Everything from the first line of the entries below through the line holding "from authoring.faults import ContentError" must be printed exactly as written.
<<<<
"""*select* and *correct*: what slips make of an answer, as options and as a flawed working."""

from __future__ import annotations

import itertools
from collections import Counter
from decimal import Decimal

import pytest
from tasks_help import codes, solved, wrongs

from authoring.atoms.species import Species
from authoring.faults import ContentError
from authoring.slips.catalogue import make_slip, shipped
from authoring.tasks.solved import Options, ShownWorking, Solved
from authoring.working.text import to_text

SELECT = "- select: effective nuclear charge\n  of: metal\n  electron: outer\n"
CORRECT = "- correct: effective nuclear charge\n  of: metal\n  electron: outer\n"


def options(part: Solved) -> Options:
    (shown,) = part.exhibits
    assert isinstance(shown, Options)
    return shown


def working(part: Solved) -> list[str]:
    (shown,) = part.exhibits
    assert isinstance(shown, ShownWorking)
    return [to_text(line.chain) for line in shown.lines]


def test_every_wrong_option_is_the_answer_of_a_slip() -> None:
    part = solved(SELECT + "  slips: [self counted, 1.00 for all inner, stopped at S]\n")
    # By hand: 3.30; 23 − 20.05, 23 − 21.35, and S.
    found = {option.shown: option.slips for option in options(part).options}
    assert found == {
        "3.30": (),
        "2.95": ("self counted",),
        "1.65": ("1.00 for all inner",),
        "19.70": ("stopped at S",),
    }
    letters = {option.shown: option.letter for option in options(part).options}
    assert wrongs(part) == {
        "self counted": letters["2.95"],
        "1.00 for all inner": letters["1.65"],
        "stopped at S": letters["19.70"],
    }
    assert part.answer.value == letters["3.30"]
    assert codes(part) == ["B1"] and part.points[0].aspect == "choice"


def test_the_right_option_moves_evenly_from_paper_to_paper() -> None:
    letters = [solved(SELECT, turn=turn).answer.shown for turn in range(40)]
    assert Counter(letters) == dict.fromkeys("ABCD", 10)
    assert all(one != other for one, other in itertools.pairwise(letters))


def test_the_right_option_stands_elsewhere_in_another_part() -> None:
    parts = [SELECT.replace("outer\n", f"{electron}\n") for electron in ("4s", "3d", "3p", "2p", "2s", "1s")]
    assert len({solved(text + "  options: 3\n").answer.shown for text in parts}) > 1


def test_options_differ_and_none_stands_out_of_the_order() -> None:
    for symbol in ("Mg", "Si", "Cl", "V", "Co", "Br"):
        for turn in range(5):
            part = solved(
                SELECT.replace("outer", "outermost") + "  options: 5\n",
                turn=turn,
                bindings={"metal": Species.parse(symbol)},
            )
            shown = options(part).options
            assert [option.letter for option in shown] == list("ABCDE")
            assert len({option.shown for option in shown}) == 5
            numbers = [Decimal(option.shown.replace("−", "-")) for option in shown]
            # Ascending, begun anywhere: the right one does not stand out of the row.
            start = numbers.index(min(numbers))
            assert numbers[start:] + numbers[:start] == sorted(numbers)
            assert sum(not option.slips for option in shown) == 1


def test_configurations_are_options_too() -> None:
    part = solved("- select: configuration\n  of: Fe2+\n  options: 3\n")
    found = {option.shown: option.slips for option in options(part).options}
    # NIST: Fe2+ is [Ar] 3d6; taking 3d first gives 3d4 4s2.
    assert found["1s2 2s2 2p6 3s2 3p6 3d6"] == ()
    assert found["1s2 2s2 2p6 3s2 3p6 3d4 4s2"] == ("d lost before s",)


@pytest.mark.parametrize(
    ("text", "words"),
    [
        (SELECT + "  slips: [self counted]\n", "these slips give 1"),
        (SELECT + "  slips: [0.35 in 1s, self counted, stopped at S]\n", "these slips give 2"),
        (SELECT + "  slips: [self cuonted]\n", "no slip 'self cuonted'"),
        ("- select: first electron lost\n  of: Na\n", "slips give 0"),
    ],
)
def test_too_few_distractors_are_refused(text: str, words: str) -> None:
    with pytest.raises(ContentError, match=words):
        solved(text)


@pytest.mark.parametrize("number", ["1", "7", "many"])
def test_a_number_of_options_that_makes_no_choice_is_refused(number: str) -> None:
    with pytest.raises(ValueError, match="options"):
        solved(SELECT + f"  options: {number}\n")


def test_a_courses_own_slip_makes_an_option() -> None:
    mine = make_slip("halves", {"did": "0.50 for all.", "tell": "0.35.", "changes": {"same_group": "0.50"}})
    part = solved(SELECT + "  options: 2\n  slips: halves\n", slips=shipped().with_more([mine]))
    # 23 − (0.50 + 9.35 + 10), by hand
    assert {option.shown for option in options(part).options} == {"3.30", "3.15"}


def test_the_flawed_working_goes_wrong_where_the_slip_does() -> None:
    part = solved(CORRECT + "  slip: self counted\n")
    lines = working(part)
    assert lines[2] == "4s: same group 2 × 0.35; one shell in 11 × 0.85; deeper 10 × 1.00"
    assert lines[-1] == "Z_eff = Z − S = 23 − 20.05 = 2.95"
    assert part.answer.kind == "correction"
    assert part.answer.value == (3, Decimal("3.30"))
    assert part.answer.shown == "line 3; 3.30"
    assert to_text(part.steps[0].line.chain) == "first wrong line: 3"
    assert [step.line.shown for step in part.steps[-2:]] == ["19.70", "3.30"]
    assert codes(part) == ["B1", "M1", "A1"]
    assert [point.line for point in part.points] == [0, 1, len(part.steps) - 1]
    assert wrongs(part) == {"self counted": "2.95"}
    assert "counted among the electrons that screen it" in part.notes[-1]


@pytest.mark.parametrize(
    ("slip", "line"),
    [("s left out for p", 2), ("s counted inside p", 2), ("1.00 for all inner", 3), ("stopped at S", 5)],
)
def test_the_first_wrong_line_is_the_slips(slip: str, line: int) -> None:
    part = solved("- correct: effective nuclear charge\n  of: Cl\n  electron: 3p\n  slip: " + slip + "\n")
    assert part.answer.value[0] == line  # type: ignore[index]
    right = [to_text(step.line.chain) for step in part.steps[1:]]
    assert working(part)[line - 1] != right[0]


def test_a_wrong_configuration_is_line_one() -> None:
    part = solved("- correct: effective nuclear charge\n  of: Cr\n  electron: 4s\n  slip: filled by rote\n")
    # 4s1 is the measured one (NIST); by rote 4s2 3d4: 24 − (0.35 + 12 × 0.85 + 10) = 3.45, by hand
    assert part.answer.value == (1, Decimal("2.95"))
    assert working(part)[-1].endswith("= 3.45")


@pytest.mark.parametrize("slip", ["0.35 in 1s", "charge ignored", "next s inside d", "n for n*"])
def test_a_blind_slip_is_refused(slip: str) -> None:
    with pytest.raises(ContentError, match="nothing to correct"):
        solved(CORRECT + f"  slip: {slip}\n")


def test_an_unknown_slip_is_refused_with_the_nearest() -> None:
    with pytest.raises(ContentError) as caught:
        solved(CORRECT + "  slip: self count\n")
    assert "'self counted'" in caught.value.full_message


def test_left_open_the_variant_settles_the_slip() -> None:
    chosen = {}
    for symbol in ("Ti", "V", "Mn", "Fe", "Co", "Ni", "Zn"):
        drawn = {"metal": Species.parse(symbol)}
        part = solved(CORRECT.replace("outer", "4s"), bindings=drawn)
        assert part == solved(CORRECT.replace("outer", "4s"), bindings=drawn, turn=5)
        chosen[symbol] = part.wrong[0].slips
        assert part.wrong[0].shown != part.answer.shown.split("; ")[1]
    assert len(set(chosen.values())) > 1


def test_a_slip_that_empties_the_named_subshell_is_refused() -> None:
    """With 3d filled before 4s, titanium is [Ar] 3d4 (by hand): nobody with that slip has a 4s electron."""
    drawn = {"metal": Species.parse("Ti")}
    text = CORRECT.replace("outer", "4s") + "  slip: d filled before next s\n"
    with pytest.raises(ContentError, match=r"Ti is \[Ar\] 3d4 and has no 4s electron") as caught:
        solved(text, bindings=drawn, new=True)
    assert caught.value.word == "d filled before next s"
    # The 3d electrons are there; and an electron that is not named is the outermost, whatever that is.
    for electron in ("3d", "outermost"):
        part = solved(text.replace("4s\n", f"{electron}\n"), bindings=drawn, new=True)
        assert part.wrong[0].slips == ("d filled before next s",)


def test_what_an_older_record_holds_is_made_again() -> None:
    """Sets made before the refusal are marked by the working that they printed."""
    text = CORRECT.replace("outer", "4s") + "  slip: d filled before next s\n"
    part = solved(text, bindings={"metal": Species.parse("Ti")})
    assert part.wrong[0].slips == ("d filled before next s",)
    assert part.answer.value == (1, Decimal("3.15"))  # 22 − (0.35 + 10 × 0.85 + 10), by hand


def test_left_open_too_the_slip_must_leave_the_electron() -> None:
    """V3+ has two 3d electrons; lost in the wrong order they are 4s2 (by hand)."""
    text = "- correct: screening constant\n  of: V3+\n  electron: 3d\n"
    assert solved(text).wrong[0].slips == ("d lost before s",)
    with pytest.raises(ContentError, match=r"V3\+ is \[Ar\] 4s2 and has no 3d electron"):
        solved(text, new=True)


def test_marks_beyond_the_three_are_refused() -> None:
    assert codes(solved(CORRECT + "  slip: self counted\n  marks: 1\n")) == ["B1"]
    with pytest.raises(ContentError, match="marks: 4"):
        solved(CORRECT + "  slip: self counted\n  marks: 4\n")
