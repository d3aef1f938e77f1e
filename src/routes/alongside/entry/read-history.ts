import type { EntryRow } from '#shared/entry/entry.ts';
import type { FindingRow } from '#shared/finding/finding.ts';
import type { PhotoRow } from '#shared/photo/photo.ts';
import type { SoundRow } from '#shared/sound/sound.ts';
import { dayAt } from '#shared/sync/day.ts';
import { liveStatements, saidFields, statementsOf, STRUCK_FIELD } from '#shared/sync/fields.ts';
import type { Statement } from '#shared/sync/row.ts';
import { stampTime } from '#shared/sync/stamp.ts';
import type { Bung } from '#src/components/bung-mark.tsx';
import type { View } from '#src/replica/view.ts';
import { fieldWords, readValue, type SaidValue } from '#src/words/said-words.ts';
import { dayWords, timeWords, weekdayWords } from '#src/words/day-words.ts';
import { whoWords } from '#src/words/who.ts';

/** The rows that have a page with their history. */
export type HistoryRow = EntryRow | FindingRow | SoundRow | PhotoRow;

/** One thing that somebody said about a row. */
export interface HistoryLine {
  key: string;
  at: string;
  /** '14:05' of today, or the weekday */
  time: string;
  /** the whole of the moment where it was not today */
  when: string | null;
  who: string;
  mark: Bung;
  /** 'wrote it', 'changed the words' */
  did: string;
  /** what it is since then; null where the words of `did` say all */
  value: SaidValue | null;
  /** the values it took the place of */
  before: SaidValue[];
  why: string | null;
}

/** Everything that was said about a row, the newest first: every earlier value, who said it, when and why. */
export function readHistory(view: View, row: HistoryRow): HistoryLine[] {
  const heldOps = new Set(view.held.map(({ op }) => op.id));
  const lines = [
    madeLine(view, row),
    ...additionLines(view, row),
    ...takenBackLines(view, row),
    ...statementLines(view, row),
  ];
  return lines
    .map((line) =>
      line.mark === 'sent' && heldOps.has(line.opId) ? { ...line, mark: 'held' as const } : line,
    )
    .map(({ opId: _opId, ...line }) => ({ ...line, ...moment(view, line.at) }))
    .sort((a, b) => (a.at < b.at ? 1 : a.at > b.at ? -1 : 0));
}

type Draft = Omit<HistoryLine, 'time' | 'when'> & { opId: string };

function moment(view: View, at: string): Pick<HistoryLine, 'time' | 'when'> {
  const day = dayAt(Date.parse(at), view.timeZone);
  const time = timeWords(at, view.timeZone);
  if (day === view.today) return { time, when: null };
  return { time: weekdayWords(day), when: `${dayWords(day, view.today)} ${time}` };
}

function madeLine(view: View, row: HistoryRow): Draft {
  return {
    key: row.madeBy,
    opId: row.madeBy,
    who: whoWords(view, row.makerId),
    mark: 'sent',
    ...making(row),
    value: saidFields(row).includes('text') ? { words: firstWords(row) } : null,
    before: [],
    why: null,
  };
}

function making(row: HistoryRow): { at: string; did: string } {
  if ('writtenAt' in row) return { at: row.writtenAt, did: 'wrote it' };
  return 'notedAt' in row ? { at: row.notedAt, did: 'noted it' } : { at: row.attachedAt, did: 'took it' };
}

function firstWords(row: HistoryRow): string {
  const standing = 'text' in row ? row.text : '';
  return String(statementsOf(row, 'text')[0]?.value ?? standing ?? '');
}

function additionsOf(row: HistoryRow): EntryRow['additions'] {
  return 'additions' in row ? row.additions : [];
}

function additionLines(view: View, row: HistoryRow): Draft[] {
  return additionsOf(row).map((addition) => ({
    key: addition.id,
    opId: addition.opId,
    at: addition.at,
    who: whoWords(view, addition.personId),
    mark: addition.takenBack ? 'struck' : 'sent',
    did: 'added',
    value: { words: addition.text },
    before: [],
    why: null,
  }));
}

function takenBackLines(view: View, row: HistoryRow): Draft[] {
  return additionsOf(row).flatMap((addition) => {
    if (!addition.takenBack) return [];
    const { by, at } = addition.takenBack;
    const opId = row.takeBacks?.find(({ itemId }) => itemId === addition.id)?.opId ?? '';
    const did = 'took back what was added';
    return [
      {
        key: `${addition.id}/back`,
        opId,
        at,
        who: whoWords(view, by),
        mark: 'sent',
        did,
        value: null,
        before: [{ words: addition.text }],
        why: null,
      },
    ];
  });
}

function statementLines(view: View, row: HistoryRow): Draft[] {
  return saidFields(row).flatMap((field) => {
    const said = statementsOf(row, field);
    const live = liveStatements(row, field);
    return said
      .filter((statement) => statement.opId !== row.madeBy)
      .map((statement) => statementLine(view, statement, said, live));
  });
}

function statementLine(view: View, statement: Statement, said: Statement[], live: Statement[]): Draft {
  const { field, value, opId, personId, at, over, why } = statement;
  const isStrike = field === STRUCK_FIELD;
  const replaced = said.filter((other) => other.opId !== opId && over.includes(other.opId));
  const isLoose = live.length > 1 && live.includes(statement);
  return {
    key: `${opId}/${field}`,
    opId,
    at: stampTime(at),
    who: whoWords(view, personId),
    mark: isStrike && value !== null ? 'struck' : isLoose ? 'loose' : 'sent',
    did: isStrike ? (value === null ? 'restored it' : 'struck it') : `changed ${didWords(view, field)}`,
    value: isStrike ? null : readValue(view, field, value),
    before: isStrike ? [] : replaced.map((other) => readValue(view, field, other.value)),
    why: why ?? null,
  };
}

const OWN_NAMES = /^(The|Your|Boat|Suspected|That) ?/;

function didWords(view: View, field: string): string {
  const words = fieldWords(view, field);
  return OWN_NAMES.test(words) ? words.charAt(0).toLowerCase() + words.slice(1) : words;
}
>>>>
** SOLUTION BELOW **
"""*select* and *correct*: what slips make of an answer, as options and as a flawed working."""

from __future__ import annotations

import itertools
from collections import Counter
from decimal import Decimal

import pytest
from tasks_help import codes, solved, wrongs

from authoring.atoms.species import Species
from authoring.faults import ContentError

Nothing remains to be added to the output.